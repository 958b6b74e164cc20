using ScottPlot;
using ScottPlot.Panels;
using ScottPlot.Plottables;

namespace CopyNumber.Tests.Reports;

/// <summary>
/// What a rendered ScottPlot figure shows, read from the plot's own layout after a render rather than from pixels: the
/// data rectangle, the legend's rectangle (a legend panel beside the data, or a legend drawn inside it), and the pixel
/// positions of every plotted point and line.
/// </summary>
internal static class PlotLayout
{
    /// <summary>Renders <paramref name="plot"/> at the size asked for, so its layout is known.</summary>
    public static RenderDetails Render(Plot plot, int width, int height)
    {
        plot.GetImage(width, height).Dispose();
        return plot.RenderManager.LastRender;
    }

    /// <summary>The legend's rectangle in figure pixels, or null when the figure has no legend.</summary>
    public static PixelRect? Legend(Plot plot)
    {
        var render = plot.RenderManager.LastRender;
        var layout = render.Layout;
        using var paint = Paint.NewDisposablePaint();
        foreach (var (panel, offset) in layout.PanelOffsets)
            if (panel is LegendPanel && panel.IsVisible)
                return panel.GetPanelRect(layout.DataRect, layout.PanelSizes[panel], offset, paint);
        if (!plot.Legend.IsVisible || plot.Legend.GetItems().Length == 0) return null;
        // A legend inside the data: the size its layout asks for, placed at its alignment with its margin.
        var inside = plot.Legend.GetLayout(new PixelSize(render.DataRect.Width, render.DataRect.Height), paint).LegendRect;
        return inside.AlignedInside(render.DataRect, plot.Legend.Alignment, plot.Legend.Margin);
    }

    /// <summary>
    /// Pixels of everything drawn as data: every point of a scatter, the top of every bar, and points every 2 px along
    /// straight lines (vertical, horizontal and two-point lines) within the data rectangle. Bands and maps are areas and are
    /// left out; what matters for a legend is that it hides no point or line.
    /// </summary>
    public static List<Pixel> DataPixels(Plot plot)
    {
        var data = plot.RenderManager.LastRender.DataRect;
        var pixels = new List<Pixel>();
        foreach (var p in plot.GetPlottables())
        {
            switch (p)
            {
                case Scatter scatter:
                    foreach (var c in scatter.Data.GetScatterPoints())
                        if (double.IsFinite(c.X) && double.IsFinite(c.Y)) pixels.Add(plot.GetPixel(c));
                    break;
                case BarPlot bars:
                    foreach (var bar in bars.Bars) pixels.Add(plot.GetPixel(new Coordinates(bar.Position, bar.Value)));
                    break;
                case VerticalLine line:
                    var x = plot.GetPixel(new Coordinates(line.X, 0)).X;
                    for (var y = data.Top; y <= data.Bottom; y += 2) pixels.Add(new Pixel(x, y));
                    break;
                case HorizontalLine line:
                    var yh = plot.GetPixel(new Coordinates(0, line.Y)).Y;
                    for (var xh = data.Left; xh <= data.Right; xh += 2) pixels.Add(new Pixel(xh, yh));
                    break;
                case LinePlot segment:
                    var a = plot.GetPixel(segment.Start);
                    var b = plot.GetPixel(segment.End);
                    var steps = Math.Max(1, (int)(Math.Sqrt(Math.Pow(b.X - a.X, 2) + Math.Pow(b.Y - a.Y, 2)) / 2));
                    for (var i = 0; i <= steps; i++) pixels.Add(new Pixel(a.X + (b.X - a.X) * i / steps, a.Y + (b.Y - a.Y) * i / steps));
                    break;
            }
        }
        return pixels.Where(px => data.Contains(px)).ToList();
    }

    /// <summary>The data pixels that lie under the legend (none when the figure has no legend).</summary>
    public static List<Pixel> HiddenByLegend(Plot plot, int width, int height)
    {
        Render(plot, width, height);
        return Legend(plot) is { } legend ? DataPixels(plot).Where(px => legend.Contains(px)).ToList() : [];
    }
}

****************************************

### [Work to complete]
Output the data above in full and exactly.

### [Answer section]
repository 958b6b74e164cc20
using ScottPlot;
using ScottPlot.Panels;
using ScottPlot.Plottables;

namespace CopyNumber.Tests.Reports;

/// <summary>
/// What a rendered ScottPlot figure shows, read from the plot's own layout after a render rather than from pixels: the
/// data rectangle, the legend's rectangle (a legend panel beside the data, or a legend drawn inside it), and the pixel
/// positions of every plotted point and line.
/// </summary>
internal static class PlotLayout
{
    /// <summary>Renders <paramref name="plot"/> at the size asked for, so its layout is known.</summary>
    public static RenderDetails Render(Plot plot, int width, int height)
    {
        plot.GetImage(width, height).Dispose();
        return plot.RenderManager.LastRender;
    }

    /// <summary>The legend's rectangle in figure pixels, or null when the figure has no legend.</summary>
    public static PixelRect? Legend(Plot plot)
    {
        var render = plot.RenderManager.LastRender;
        var layout = render.Layout;
        using var paint = Paint.NewDisposablePaint();
        foreach (var (panel, offset) in layout.PanelOffsets)
            if (panel is LegendPanel && panel.IsVisible)
                return panel.GetPanelRect(layout.DataRect, layout.PanelSizes[panel], offset, paint);
        if (!plot.Legend.IsVisible || plot.Legend.GetItems().Length == 0) return null;
        // A legend inside the data: the size its layout asks for, placed at its alignment with its margin.
        var inside = plot.Legend.GetLayout(new PixelSize(render.DataRect.Width, render.DataRect.Height), paint).LegendRect;
        return inside.AlignedInside(render.DataRect, plot.Legend.Alignment, plot.Legend.Margin);
    }

    /// <summary>
    /// Pixels of everything drawn as data: every point of a scatter, the top of every bar, and points every 2 px along
    /// straight lines (vertical, horizontal and two-point lines) within the data rectangle. Bands and maps are areas and are
    /// left out; what matters for a legend is that it hides no point or line.
    /// </summary>
    public static List<Pixel> DataPixels(Plot plot)
    {
        var data = plot.RenderManager.LastRender.DataRect;
        var pixels = new List<Pixel>();
        foreach (var p in plot.GetPlottables())
        {
            switch (p)
            {
                case Scatter scatter:
                    foreach (var c in scatter.Data.GetScatterPoints())
                        if (double.IsFinite(c.X) && double.IsFinite(c.Y)) pixels.Add(plot.GetPixel(c));
                    break;
                case BarPlot bars:
                    foreach (var bar in bars.Bars) pixels.Add(plot.GetPixel(new Coordinates(bar.Position, bar.Value)));
                    break;
                case VerticalLine line:
                    var x = plot.GetPixel(new Coordinates(line.X, 0)).X;
                    for (var y = data.Top; y <= data.Bottom; y += 2) pixels.Add(new Pixel(x, y));
                    break;
                case HorizontalLine line:
                    var yh = plot.GetPixel(new Coordinates(0, line.Y)).Y;
                    for (var xh = data.Left; xh <= data.Right; xh += 2) pixels.Add(new Pixel(xh, yh));
                    break;
                case LinePlot segment:
                    var a = plot.GetPixel(segment.Start);
                    var b = plot.GetPixel(segment.End);
                    var steps = Math.Max(1, (int)(Math.Sqrt(Math.Pow(b.X - a.X, 2) + Math.Pow(b.Y - a.Y, 2)) / 2));
                    for (var i = 0; i <= steps; i++) pixels.Add(new Pixel(a.X + (b.X - a.X) * i / steps, a.Y + (b.Y - a.Y) * i / steps));
                    break;
            }
        }
        return pixels.Where(px => data.Contains(px)).ToList();
    }

    /// <summary>The data pixels that lie under the legend (none when the figure has no legend).</summary>
    public static List<Pixel> HiddenByLegend(Plot plot, int width, int height)
    {
        Render(plot, width, height);
        return Legend(plot) is { } legend ? DataPixels(plot).Where(px => legend.Contains(px)).ToList() : [];
    }
}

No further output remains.